→ Problem to solve
Copy every line from the data below in which the string "Mgmt" can be found.

→ Records for the task
export { jaro, jaroWinkler, jaroWinklerUpperBound, commonPrefixLength, WINKLER_PREFIX_SCALE, WINKLER_MAX_PREFIX } from './jaro-winkler.ts';
export { buildIdfTable, idfTableFromFrequencies, smoothedIdf, type IdfTable } from './idf-table.ts';
export {
  softTfIdf,
  softTfIdfExplained,
  softTfIdfWeighted,
  weighTokens,
  type WeightedTokens,
  SOFT_TFIDF_DEFAULT_THRESHOLD,
  type SoftTfIdfOptions,
  type SoftTfIdfMatch,
  type SoftTfIdfResult,
} from './soft-tf-idf.ts';
export { levenshtein, levenshteinSimilarity } from './levenshtein.ts';
export { withinOneEdit } from './within-one-edit.ts';
export { compareAcronym, acronymTokens, initialsOf, ACRONYM_STOP_WORDS, type AcronymComparison, type AcronymLevel } from './acronym.ts';
export { compareLegalForms, type LegalFormComparison, type LegalFormLevel } from './legal-form.ts';
export { compareJurisdictions, jurisdictionsCompatible, parseJurisdiction, type JurisdictionComparison, type JurisdictionLevel } from './jurisdiction.ts';
export { compareNameTokens, type DistinguishingKind, type NameDifference, type NameDifferenceKind } from './name-difference.ts';
export { ACTIVITY_WORDS, BRANCH_WORDS, isNumberToken, isPlaceWord } from './distinguishing-words.ts';
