/**
 * Whether one word of a name abbreviates a word of the other: a leading part of it ("r" / "rural") or a business
 * contraction ("Mgmt" / "Management"), within the length limits below.
 */
import { isNumberToken } from './distinguishing-words.ts';
import { FUNCTION_WORDS } from './function-words.ts';

const ABBREVIATION_MAX_LENGTH = 4;
/** Below this many letters a word is not shortened by a leading part of two or more letters (see abbreviates). */
const ABBREVIATED_WORD_MIN_LENGTH = 6;
const CONTRACTION_MIN_LENGTH = 3;
const CONTRACTION_MAX_LENGTH = 5;

/**
 * `short` is a leading part of `long` ("r" of "rural", "coop" of "cooperativa"): at most four letters or half the
 * word ("Raiffeisen" is no abbreviation of "Raiffeisenbank"), not a number, not a function word.
 */
export function abbreviates(short: string, long: string): boolean {
  if (short.length >= long.length || long.length < 3) return false;
  if (isNumberToken(short) && short.length > 1) return false;
  // "I" is no abbreviation of "III": a series number is a distinguishing word, never shortened.
  if (isNumberToken(long)) return false;
  if (short.length > 1 && FUNCTION_WORDS.has(short)) return false;
  if (isContraction(short, long)) return true;
  if (short.length > ABBREVIATION_MAX_LENGTH && short.length * 2 > long.length) return false;
  // Words of four or five letters are not shortened in names: such a pair is two codes ("UMR" / "UMRS", "ITT" /
  // "ITTLA"). On ROR test, 6 of the 9 false pairs among 190 at the abbreviation level were of this shape (cpreg
  // evaluate, rebuilt weights). An initial still abbreviates.
  if (short.length > 1 && long.length < ABBREVIATED_WORD_MIN_LENGTH) return false;
  return long.startsWith(short);
}

/**
 * `short` keeps the first and last letters of `long` and some of the rest in order, as business contractions do
 * ("Mgmt" / "Management", "Hldgs" / "Holdings", "Ptnrs" / "Partners", "Intl" / "International"): at least three
 * letters, at most five, at most one vowel after the first letter, no digits, and at least two letters fewer than the
 * word.
 */
function isContraction(short: string, long: string): boolean {
  if (short.length < CONTRACTION_MIN_LENGTH || short.length > CONTRACTION_MAX_LENGTH || long.length < short.length + 2) return false;
  if (short[0] !== long[0] || short[short.length - 1] !== long[long.length - 1] || /\d/.test(short)) return false;
  // Contractions drop the vowels; a short word with vowels is as often another word ("Saka" / "Sakura").
  if ((short.slice(1).match(/[aeiouy]/g)?.length ?? 0) > 1) return false;
  let k = 1;
  for (let i = 1; i < long.length - 1 && k < short.length - 1; i++) if (long[i] === short[k]) k++;
  return k === short.length - 1;
}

→ Written response
 * contraction ("Mgmt" / "Management"), within the length limits below.
 * ("Mgmt" / "Management", "Hldgs" / "Holdings", "Ptnrs" / "Partners", "Intl" / "International"): at least three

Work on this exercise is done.